Something strange has happened to Canada. We have forgotten that the modern country we take for granted was scratched and clawed out of often-inhospitable terrain by men and women who risked everything for a better life.

People and capital were assembled as a result of exploration and trade among citizens of many nations — including the First Nations. Our country is built on immigration, entrepreneurialism and resource development.

The Resource Industry Suppliers Association reflects that ongoing reality. Our more than 200 member companies across the country reflect the spirit that built modern Canada. Many got their start as entrepreneurial, locally based businesses run by people with dirt under their fingernails. Our membership base spans across the natural resource industry sectors and includes businesses and associations both large and small.

When resource projects create opportunities, their suppliers expand, one hard-won success at a time. They hire new people into good family-supporting jobs. When the energy sector contracts — as it is doing now — they have to make tough decisions to keep their companies alive, including laying off good people they have worked with for years.

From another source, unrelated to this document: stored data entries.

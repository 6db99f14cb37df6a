// Fluid properties against the verification tables of the releases and the collected tables in tests/data.

#include <cmath>

#include <gtest/gtest.h>

#include "core/fluid/fluid.h"
#include "core/fluid/glycol.h"
#include "core/fluid/iapws.h"
#include "tests/support/printed.h"
#include "tests/support/table_file.h"

namespace ebbline {
namespace {

using fluid::Kind;
using quantity::CsvTable;
using test::halfDigit;
using test::halfLastDigit;

fluid::FluidProperties propertiesAt(const fluid::FluidState& state) {
  const auto properties = fluid::propertiesOf(state);
  EXPECT_TRUE(properties) << text::oneLine(properties.error());
  return properties.value_or(fluid::FluidProperties{});
}

// [published: IAPWS R7-97(2012), table 5] nine significant digits.
TEST(PublishedWater, Region1VerificationTable) {
  struct Row {
    double t_k, p_mpa, volume, enthalpy, heat_capacity;
  };
  for (const Row& row : {Row{300, 3, 0.100215168e-2, 0.115331273e3, 0.417301218e1},
                         Row{300, 80, 0.971180894e-3, 0.184142828e3, 0.401008987e1},
                         Row{500, 3, 0.120241800e-2, 0.975542239e3, 0.465580682e1}}) {
    const fluid::WaterRegion1 water = fluid::waterRegion1(row.t_k, row.p_mpa);
    EXPECT_NEAR(water.volume_m3_kg, row.volume, halfDigit(row.volume, 9));
    EXPECT_NEAR(water.enthalpy_kj_kg, row.enthalpy, halfDigit(row.enthalpy, 9));
    EXPECT_NEAR(water.heat_capacity_kj_kgk, row.heat_capacity, halfDigit(row.heat_capacity, 9));
  }
}

// [published: IAPWS R7-97(2012), table 35]
TEST(PublishedWater, SaturationVerificationTable) {
  EXPECT_NEAR(fluid::saturationPressure(300), 0.353658941e-2, halfDigit(0.353658941e-2, 9));
  EXPECT_NEAR(fluid::saturationPressure(500), 0.263889776e1, halfDigit(0.263889776e1, 9));
  EXPECT_NEAR(fluid::saturationPressure(600), 0.123443146e2, halfDigit(0.123443146e2, 9));
}

// [published: IAPWS R12-08, table 4 (critical enhancement left out)] μPa·s, six decimals.
TEST(PublishedWater, ViscosityVerificationTable) {
  struct Row {
    double t_k, density, viscosity;
  };
  for (const Row& row : {Row{298.15, 998, 889.735100}, Row{298.15, 1200, 1437.649467}, Row{373.15, 1000, 307.883622},
                         Row{433.15, 1, 14.538324}, Row{433.15, 1000, 217.685358}, Row{873.15, 1, 32.619287},
                         Row{873.15, 100, 35.802262}, Row{873.15, 600, 77.430195}, Row{1173.15, 1, 44.217245},
                         Row{1173.15, 100, 47.640433}, Row{1173.15, 400, 64.154608}})
    EXPECT_NEAR(fluid::waterViscosity(row.t_k, row.density) * 1e6, row.viscosity, 0.5e-6 * (1 + 1e-3))
        << row.t_k << " K, " << row.density << " kg/m³";
}

// [computed with an independent implementation of IF97; see the file] six significant digits.
TEST(PublishedWater, TableAtAtmosphericPressureToTheLastDigit) {
  const CsvTable table = test::tableFile("water_properties");
  ASSERT_EQ(table.numRows(), 19);
  for (int row = 0; row < table.numRows(); ++row) {
    const auto water = propertiesAt({Kind::kWater, table.number(row, "T_C"), 0});
    const auto expect = [&](double value, const char* column) {
      EXPECT_NEAR(value, table.number(row, column), halfDigit(table.number(row, column), 6))
          << column << " at " << table.text(row, "T_C") << " °C";
    };
    expect(water.density_kg_m3, "rho97_kg_m3");
    expect(water.viscosity_pa_s * 1e3, "mu97_mPa_s");
    expect(water.heat_capacity_j_kgk * 1e-3, "cp97_kJ_kgK");
    expect(water.vapour_pressure_pa * 1e-3, "pv97_kPa");
  }
}

// IAPWS-95 is the scientific formulation; agreement as its users expect of the industrial one.
TEST(PublishedWater, AgreesWithTheScientificFormulation) {
  const CsvTable table = test::tableFile("water_properties");
  for (int row = 0; row < table.numRows(); ++row) {
    const auto water = propertiesAt({Kind::kWater, table.number(row, "T_C"), 0});
    const double density = table.number(row, "rho95_kg_m3");
    EXPECT_NEAR(water.density_kg_m3, density, 2e-4 * density);
    EXPECT_NEAR(water.viscosity_pa_s * 1e3 / table.number(row, "mu95_mPa_s"), 1, 5e-3);
    EXPECT_NEAR(water.heat_capacity_j_kgk * 1e-3 / table.number(row, "cp95_kJ_kgK"), 1, 1e-3);
    EXPECT_NEAR(water.vapour_pressure_pa * 1e-3 / table.number(row, "pv95_kPa"), 1, 5e-3);
  }
}

TEST(PublishedWater, AgreesAtSystemPressures) {
  const CsvTable table = test::tableFile("water_properties_pressure");
  ASSERT_EQ(table.numRows(), 30);
  for (int row = 0; row < table.numRows(); ++row) {
    const auto water = propertiesAt({Kind::kWater, table.number(row, "T_C"), 0, table.number(row, "p_kPa_abs") * 1e3});
    EXPECT_NEAR(water.density_kg_m3 / table.number(row, "rho_kg_m3"), 1, 2e-4);
    EXPECT_NEAR(water.viscosity_pa_s * 1e3 / table.number(row, "mu_mPa_s"), 1, 5e-3);
    EXPECT_NEAR(water.heat_capacity_j_kgk * 1e-3 / table.number(row, "cp_kJ_kgK"), 1, 1e-3);
  }
}

// [published coefficients: Melinder 2010; table computed from them] to the last printed digit.
TEST(PublishedGlycol, TableToTheLastDigit) {
  const CsvTable table = test::tableFile("glycol_water");
  ASSERT_EQ(table.numRows(), 54);
  for (int row = 0; row < table.numRows(); ++row) {
    const Kind kind = table.text(row, "fluid") == "EG" ? Kind::kEthyleneGlycol : Kind::kPropyleneGlycol;
    const auto mixture = propertiesAt({kind, table.number(row, "T_C"), table.number(row, "x_mass")});
    const auto expect = [&](double value, const char* column) {
      EXPECT_NEAR(value, table.number(row, column), halfLastDigit(table.text(row, column)))
          << column << ", " << table.text(row, "fluid") << " " << table.text(row, "x_mass") << " at "
          << table.text(row, "T_C") << " °C";
    };
    expect(mixture.density_kg_m3, "rho_kg_m3");
    expect(mixture.viscosity_pa_s * 1e3, "mu_mPa_s");
    expect(mixture.heat_capacity_j_kgk * 1e-3, "cp_kJ_kgK");
    expect(mixture.freezing_c, "freeze_C");
  }
}

// [computed from the coefficients] at x = 0 and 20 °C, before the fade to pure water.
TEST(PublishedGlycol, PolynomialsAtZeroGlycol) {
  const fluid::GlycolValues ethylene = fluid::melinder(fluid::Glycol::kEthylene, 20, 0);
  EXPECT_NEAR(ethylene.density_kg_m3, 997.35, 0.005);
  EXPECT_NEAR(ethylene.viscosity_pa_s * 1e3, 1.0078, 0.00005);
  EXPECT_NEAR(ethylene.heat_capacity_j_kgk * 1e-3, 4.1862, 0.00005);
  const fluid::GlycolValues propylene = fluid::melinder(fluid::Glycol::kPropylene, 20, 0);
  EXPECT_NEAR(propylene.density_kg_m3, 998.52, 0.005);
  EXPECT_NEAR(propylene.viscosity_pa_s * 1e3, 1.0072, 0.00005);
  EXPECT_NEAR(propylene.heat_capacity_j_kgk * 1e-3, 4.1866, 0.00005);
  EXPECT_NEAR(fluid::melinderFreezing(fluid::Glycol::kEthylene, 0), 0.000, 0.0005);
  EXPECT_NEAR(fluid::melinderFreezing(fluid::Glycol::kPropylene, 0), -0.025, 0.0005);
}

// [published: ASHRAE Handbook Fundamentals, as reproduced; see the file] Densities of inhibited fluids by volume lie
// 0.4 to 0.9 per cent above those of the pure mixture.
TEST(PublishedGlycol, DensityByVolumeLiesALittleAboveThePureMixture) {
  const CsvTable table = test::tableFile("glycol_eg_density_by_volume");
  ASSERT_EQ(table.numRows(), 16);
  for (int row = 0; row < table.numRows(); ++row) {
    const auto mixture =
        propertiesAt({Kind::kEthyleneGlycol, table.number(row, "T_C"), table.number(row, "x_mass_est")});
    // The share is printed with four decimals, worth 0.01 kg/m³.
    EXPECT_NEAR(mixture.density_kg_m3, table.number(row, "rho_melinder_kg_m3"), 0.05 + 0.01);
    const double above = table.number(row, "rho_kg_m3") / mixture.density_kg_m3 - 1;
    EXPECT_GT(above, 0.0035);
    EXPECT_LT(above, 0.0095);
  }
}

}  // namespace
}  // namespace ebbline
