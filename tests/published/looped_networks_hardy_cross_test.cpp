// Looped networks from print and from exact construction, solved by Hardy Cross. Sources and marks at each test;
// numbers as collected with their sources in check values, section A.

#include <gtest/gtest.h>

#include <cmath>
#include <string>
#include <vector>

#include "core/network/loop_flow.h"
#include "core/network/solver.h"

namespace ebbline::network {
namespace {

constexpr double kGravity = 9.80665;

// A network built edge by edge, every edge one element between two nodes.
struct Built {
  Network network;

  explicit Built(int num_nodes) {
    network.num_nodes = num_nodes;
    network.node_elevation_m.assign(num_nodes, 0.0);
  }
  Element& addElement(int from, int to, Element::Kind kind) {
    network.edges.push_back({from, to, static_cast<int>(network.elements.size()), 1});
    Element element;
    element.kind = kind;
    element.id = static_cast<loop::Id>(network.elements.size() + 1);
    network.elements.push_back(element);
    return network.elements.back();
  }
  void addPower(int from, int to, double coefficient, double exponent = 2) {
    Element& element = addElement(from, to, Element::Kind::kPipe);
    element.first_power = static_cast<int>(network.powers.size());
    element.num_powers = 1;
    network.powers.push_back({coefficient, exponent});
  }
  void addPipe(int from, int to, const PipeLaw& pipe) {
    Element& element = addElement(from, to, Element::Kind::kPipe);
    element.first_pipe = static_cast<int>(network.pipes.size());
    element.num_pipes = 1;
    element.bore_m = pipe.bore_m;
    network.pipes.push_back(pipe);
  }
  // A level difference between two sources is a pump whose head does not depend on flow.
  void addLift(int from, int to, double head) {
    Element& element = addElement(from, to, Element::Kind::kPump);
    element.pump = static_cast<int>(network.pumps.size());
    PumpLaw pump;
    pump.element = static_cast<int>(network.elements.size()) - 1;
    pump.curve = part::PumpCurve({{0, head, 0}, {100, head, 0}});
    network.pumps.push_back(pump);
  }
  void draw(int node, double flow) { network.draws.push_back({node, flow}); }
};

Request fullSpeed() {
  return {};
}

State solveByHardyCross(const Network& network) {
  State state;
  HardyCross method(network);
  const Summary summary = method.solve(fullSpeed(), state);
  EXPECT_EQ(summary.ended, Ended::kConverged) << summary.why;
  EXPECT_LT(summary.flow_residual, 1e-9);
  EXPECT_LT(summary.pressure_residual, 1e-8);
  return state;
}

void expectFlows(const State& state, const std::vector<double>& expected, double relative) {
  for (std::size_t e = 0; e < expected.size(); ++e)
    EXPECT_NEAR(state.edge_flow_m3s[e], expected[e], relative * std::abs(expected[e])) << "pipe " << e + 1;
}

// N1 [published: course CE 3620 Water Resources Engineering, slide set 9 Pipe Networks (Hardy Cross), 6 Feb 2013]:
// two sources, three loops; ft and ft³/s taken as the program's units, ρg = 1. Nodes A 0, B 1, 1…4 as 2…5.
Built twoSources() {
  Built n1(6);
  n1.network.density_kg_m3 = 1 / kGravity;
  const int a = 0, b = 1, n[] = {0, 2, 3, 4, 5};
  n1.addPower(a, n[1], 0.38);
  n1.addPower(n[1], n[2], 2.89);
  n1.addPower(n[1], n[4], 2.53);
  n1.addPower(n[4], n[2], 12.13);
  n1.addPower(n[3], n[2], 2.17);
  n1.addPower(n[3], n[4], 2.89);
  n1.addPower(b, n[3], 0.94);
  n1.addLift(b, a, 10);
  const double demands[] = {0, 2, 4, 1, 3};
  for (int i = 1; i <= 4; ++i) n1.draw(n[i], demands[i]);
  n1.draw(b, -10);
  return n1;
}

TEST(PublishedLoopedNetworks, TwoSourcesByHardyCross) {
  const State state = solveByHardyCross(twoSources().network);
  expectFlows(state, {6.2899065550, 2.1287066867, 2.1611998683, 0.3246708795, 1.5466224338, 1.1634710112, 3.7100934450},
              1e-6);
  // Heads relative to B [computed: simultaneous node equations]; last printed digit 1e-9.
  const double heads[] = {10, 0, -5.033911299, -18.129634636, -12.938905768, -16.850997022};
  for (int node = 0; node < 6; ++node)
    EXPECT_NEAR(state.node_pressure_pa[node] - state.node_pressure_pa[1], heads[node], 2e-8) << node;
}

// Loops as the slides draw them, edges from 1; 8 is the lift from B to A.
LoopPath drawnLoop(const std::vector<int>& signed_pipes) {
  LoopPath path;
  for (int pipe : signed_pipes) path.push_back({std::abs(pipe) - 1, pipe > 0 ? 1 : -1});
  return path;
}

EdgeLosses lossesAt(const Network& network, const std::vector<double>& flow) {
  EdgeLosses losses;
  EdgeLaws laws(network);
  for (std::size_t e = 0; e < flow.size(); ++e) {
    const LossSlope law = laws.evaluate(static_cast<int>(e), flow[e], 1);
    losses.loss_pa.push_back(law.loss_pa);
    losses.slope_pa_s_m3.push_back(law.slope_pa_s_m3);
  }
  return losses;
}

TEST(PublishedLoopedNetworks, TwoSourcesPrintedRounds) {
  const Built n1 = twoSources();
  const std::vector<LoopPath> loops = {drawnLoop({2, -4, -3}), drawnLoop({-5, 6, 4}), drawnLoop({-1, -8, 7, -2, 5})};
  std::vector<double> flow = {6, 2, 2, 0.5, 1.5, 1.5, 4, 6};
  const double half_digit = 0.5e-4 + 1e-12;
  const double printed[2][3] = {{0.0471, -0.1704, -0.1553}, {-0.1154, -0.0519, -0.0147}};
  for (int round = 0; round < 16; ++round) {
    const std::vector<double> corrections = roundTogether(loops, lossesAt(n1.network, flow), flow);
    for (int l = 0; round < 2 && l < 3; ++l) EXPECT_NEAR(corrections[l], printed[round][l], half_digit) << round;
  }
  // Printed after 16 rounds, half a unit of the last digit.
  EXPECT_NEAR(flow[1], 2.13, 0.005);
  EXPECT_NEAR(flow[3], 0.32, 0.005);
  EXPECT_NEAR(flow[2], 2.16, 0.005);
  // [computed: the same rounds done independently]
  const double round16[] = {6.2897, 2.1287, 2.1610, 0.3247, 1.5466, 1.1637, 3.7103};
  for (int e = 0; e < 7; ++e) EXPECT_NEAR(flow[e], round16[e], half_digit) << "pipe " << e + 1;
}

// N2 [from memory: widely used encyclopedia example of the method; exact solution in thirds].
TEST(PublishedLoopedNetworks, DiamondByHardyCross) {
  Built n2(4);
  n2.addPower(0, 1, 1);
  n2.addPower(0, 2, 5);
  n2.addPower(1, 2, 1);
  n2.addPower(1, 3, 5);
  n2.addPower(2, 3, 1);
  n2.draw(0, -10);
  n2.draw(3, 10);
  const State state = solveByHardyCross(n2.network);
  expectFlows(state, {20.0 / 3, 10.0 / 3, 10.0 / 3, 10.0 / 3, 20.0 / 3}, 1e-6);
  EXPECT_NEAR(state.node_pressure_pa[0] - state.node_pressure_pa[3], 100.0, 1e-6);
}

// The example as it is worked: the pipe across starts without flow, which must not stop the rounds.
TEST(PublishedLoopedNetworks, DiamondFromStillPipe) {
  Built n2(4);
  n2.addPower(0, 1, 1);
  n2.addPower(0, 2, 5);
  n2.addPower(1, 2, 1);
  n2.addPower(1, 3, 5);
  n2.addPower(2, 3, 1);
  const std::vector<LoopPath> loops = {drawnLoop({1, 3, -2}), drawnLoop({4, -5, -3})};
  std::vector<double> flow = {5, 5, 0, 5, 5};
  for (int round = 0; round < 60; ++round) roundTogether(loops, lossesAt(n2.network, flow), flow);
  const double exact[] = {20.0 / 3, 10.0 / 3, 10.0 / 3, 10.0 / 3, 20.0 / 3};
  for (int e = 0; e < 5; ++e) EXPECT_NEAR(flow[e], exact[e], 1e-6 * exact[e]);
}

// N3 [computed: manufactured from whole numbers].
TEST(PublishedLoopedNetworks, WholeNumbersByHardyCross) {
  Built n3(4);
  n3.addPower(0, 1, 2.0);
  n3.addPower(0, 2, 4.8);
  n3.addPower(1, 2, 5.5);
  n3.addPower(1, 3, 8.0);
  n3.addPower(2, 3, 106.0 / 9);
  n3.draw(0, -12);
  n3.draw(1, 1);
  n3.draw(2, 4);
  n3.draw(3, 7);
  const State state = solveByHardyCross(n3.network);
  expectFlows(state, {7, 5, 2, 4, 3}, 1e-6);
  const double heads[] = {0, -98, -120, -226};
  for (int node = 0; node < 4; ++node)
    EXPECT_NEAR(state.node_pressure_pa[node] - state.node_pressure_pa[0], heads[node], 226e-6);
}

// D1 [computed: SciPy 1.10.1, python iapws 1.5.2, residual 2e-15]: Darcy–Weisbach with Colebrook.
TEST(PublishedLoopedNetworks, DarcyNetworkByHardyCross) {
  Built d1(5);
  d1.network.density_kg_m3 = 999.70;
  d1.network.viscosity_pa_s = 1.3059e-3;
  const double eps = 4.5e-5;
  const int a = 0, b = 1, c = 2, d = 3, e = 4;
  d1.addPipe(a, b, {60, 0.1023, eps, 2.0});
  d1.addPipe(b, c, {45, 0.0779, eps, 1.5});
  d1.addPipe(c, d, {40, 0.0525, eps, 1.5});
  d1.addPipe(a, e, {50, 0.1023, eps, 2.0});
  d1.addPipe(e, d, {55, 0.0627, eps, 1.5});
  d1.addPipe(b, e, {30, 0.0525, eps, 1.0});
  const double draws_l_s[] = {-14, 3, 4, 5, 2};
  for (int node = 0; node < 5; ++node) d1.draw(node, draws_l_s[node] / 1000);
  const State state = solveByHardyCross(d1.network);
  expectFlows(state, {7.3815752e-3, 5.3603994e-3, 1.3603994e-3, 6.6184248e-3, 3.6396006e-3, -0.97882412e-3}, 1e-6);
  const double pressures_kpa[] = {0, -5.80580286, -14.71113301, -18.98553837, -4.05643943};
  for (int node = 0; node < 5; ++node)
    EXPECT_NEAR((state.node_pressure_pa[node] - state.node_pressure_pa[0]) / 1000, pressures_kpa[node], 19e-6);
}

}  // namespace
}  // namespace ebbline::network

Many such painful decisions have been made this year under the crushing weight of collapsing oil prices. The consequences are very real for thousands of families, and the extended implications will touch of millions of lives directly and indirectly. Canada is one of the world’s five largest producers of oil. Our oil exports contribute more than 20 per cent to Canada’s total annual merchandise exports. Resources are the foundation of our economy.

And yet, armchair critics insist on portraying the resource sector as an ideological concept rather than an economic and human reality. Perversely, some portray us as somehow villainous and alien, antithetical to the Canadian way of life rather than inseparable from it. As if we do not also care deeply about the environment, the very resource that is at the foundation of our members’ work.

They are wrong. The resource sector is not an abstract concept. It is us. All Canadians are the owners of our resources and the beneficiaries of our success.

Perhaps the most baffling example is the pipeline debate. Blocking the construction of pipelines is no different than blocking railways and roads that bring our lumber and grain to markets.

Opposing and delaying infrastructure that can get our collective national assets to higher-priced markets means leaving millions of dollars on the table every day. That money could build our country, provide education and health care, and strengthen the safety net for the most vulnerable among us.

For example, Kinder Morgan, in an application to the National Energy Board, has estimated that their Trans Mountain Expansion Project would increase GDP by $18 billion during construction and the first 20 years of operation. It would result in higher netbacks to producers of more than $60 billion, and almost $20 billion in federal and provincial taxes and royalties. This will result mostly from closing the persistent price gap between Western Canadian Select and similar heavy grades of crude oil that trade at higher prices on world markets. The present disparity costs Canada up to $50 million a day.

The benefits of accessing better-priced global markets for Canadian oil are significant at any time. But they are even more important in an era of diminished oil prices. The economic viability of many current and potential projects is now on the line as oil prices continue to slide. When the price of a barrel of oil is flirting with the price of production, the discount on Canadian crude matters even more.

Whether or not we build pipeline assets like the Trans Mountain Expansion Project is not just an abstract ideological debate. They are real decisions with real consequences for real Canadians — all of us. It’s time stop resting on our laurels, stop second-guessing the DNA of our country, and recapture the nation-building spirit that made Canada great.